::: Source material

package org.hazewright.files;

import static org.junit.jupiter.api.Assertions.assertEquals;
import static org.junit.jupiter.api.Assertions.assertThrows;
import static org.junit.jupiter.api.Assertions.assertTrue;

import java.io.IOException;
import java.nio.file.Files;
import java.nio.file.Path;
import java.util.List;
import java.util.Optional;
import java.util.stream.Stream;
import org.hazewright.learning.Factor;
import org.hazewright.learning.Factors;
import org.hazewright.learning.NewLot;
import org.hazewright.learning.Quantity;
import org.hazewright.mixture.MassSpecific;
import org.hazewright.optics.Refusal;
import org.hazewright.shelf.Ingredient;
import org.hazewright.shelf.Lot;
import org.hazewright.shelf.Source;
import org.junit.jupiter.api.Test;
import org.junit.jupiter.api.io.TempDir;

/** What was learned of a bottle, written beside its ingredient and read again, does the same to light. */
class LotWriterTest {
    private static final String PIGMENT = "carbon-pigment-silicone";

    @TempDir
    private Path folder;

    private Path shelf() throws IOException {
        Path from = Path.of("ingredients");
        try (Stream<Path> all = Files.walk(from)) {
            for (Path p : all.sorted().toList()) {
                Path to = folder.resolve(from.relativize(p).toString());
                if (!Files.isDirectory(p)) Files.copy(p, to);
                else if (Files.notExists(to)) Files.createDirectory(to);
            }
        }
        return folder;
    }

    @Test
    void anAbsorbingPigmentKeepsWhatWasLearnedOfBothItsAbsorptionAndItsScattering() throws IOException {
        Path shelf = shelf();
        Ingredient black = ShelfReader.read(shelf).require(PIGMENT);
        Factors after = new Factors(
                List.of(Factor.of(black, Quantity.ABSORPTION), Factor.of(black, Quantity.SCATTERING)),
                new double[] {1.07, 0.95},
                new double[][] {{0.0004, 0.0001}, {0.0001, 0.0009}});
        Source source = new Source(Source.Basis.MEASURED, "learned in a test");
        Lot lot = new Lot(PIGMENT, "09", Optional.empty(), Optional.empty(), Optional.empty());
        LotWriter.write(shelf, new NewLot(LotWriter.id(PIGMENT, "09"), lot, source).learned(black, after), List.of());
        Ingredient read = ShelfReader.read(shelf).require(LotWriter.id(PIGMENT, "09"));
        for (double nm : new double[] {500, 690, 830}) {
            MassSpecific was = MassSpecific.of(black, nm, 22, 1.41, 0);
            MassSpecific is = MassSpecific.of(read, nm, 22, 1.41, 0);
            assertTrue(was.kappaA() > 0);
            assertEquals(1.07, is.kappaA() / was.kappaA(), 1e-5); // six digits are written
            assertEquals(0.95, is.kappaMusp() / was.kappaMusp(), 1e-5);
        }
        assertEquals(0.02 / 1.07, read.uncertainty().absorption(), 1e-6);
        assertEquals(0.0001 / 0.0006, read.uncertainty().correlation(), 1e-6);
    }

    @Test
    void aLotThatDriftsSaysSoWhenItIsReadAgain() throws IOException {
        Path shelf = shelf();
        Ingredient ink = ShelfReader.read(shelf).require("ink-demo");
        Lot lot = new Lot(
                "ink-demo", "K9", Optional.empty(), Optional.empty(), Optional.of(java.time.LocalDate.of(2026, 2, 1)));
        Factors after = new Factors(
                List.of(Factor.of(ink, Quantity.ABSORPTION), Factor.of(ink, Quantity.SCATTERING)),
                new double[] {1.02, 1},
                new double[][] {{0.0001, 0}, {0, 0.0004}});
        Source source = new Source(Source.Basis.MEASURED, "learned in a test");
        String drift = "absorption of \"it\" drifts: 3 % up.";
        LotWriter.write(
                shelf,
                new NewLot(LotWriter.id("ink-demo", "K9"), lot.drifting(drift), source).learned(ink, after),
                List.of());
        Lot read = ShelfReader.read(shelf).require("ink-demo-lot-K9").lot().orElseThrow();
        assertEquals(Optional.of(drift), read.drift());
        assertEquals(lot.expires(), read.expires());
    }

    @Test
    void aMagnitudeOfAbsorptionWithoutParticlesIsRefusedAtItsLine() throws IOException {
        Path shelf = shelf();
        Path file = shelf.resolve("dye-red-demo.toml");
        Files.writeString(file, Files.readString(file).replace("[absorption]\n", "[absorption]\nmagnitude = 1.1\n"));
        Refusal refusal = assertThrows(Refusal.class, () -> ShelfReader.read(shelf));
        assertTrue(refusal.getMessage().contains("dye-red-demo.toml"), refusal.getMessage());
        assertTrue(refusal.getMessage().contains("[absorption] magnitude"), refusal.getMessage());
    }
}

::::::

Your answer must be the lines from the first line of the entries above through the line that contains "import org.hazewright.mixture.MassSpecific;", written out exactly.

▸ Response below
package org.hazewright.files;

import static org.junit.jupiter.api.Assertions.assertEquals;
import static org.junit.jupiter.api.Assertions.assertThrows;
import static org.junit.jupiter.api.Assertions.assertTrue;

import java.io.IOException;
import java.nio.file.Files;
import java.nio.file.Path;
import java.util.List;
import java.util.Optional;
import java.util.stream.Stream;
import org.hazewright.learning.Factor;
import org.hazewright.learning.Factors;
import org.hazewright.learning.NewLot;
import org.hazewright.learning.Quantity;
import org.hazewright.mixture.MassSpecific;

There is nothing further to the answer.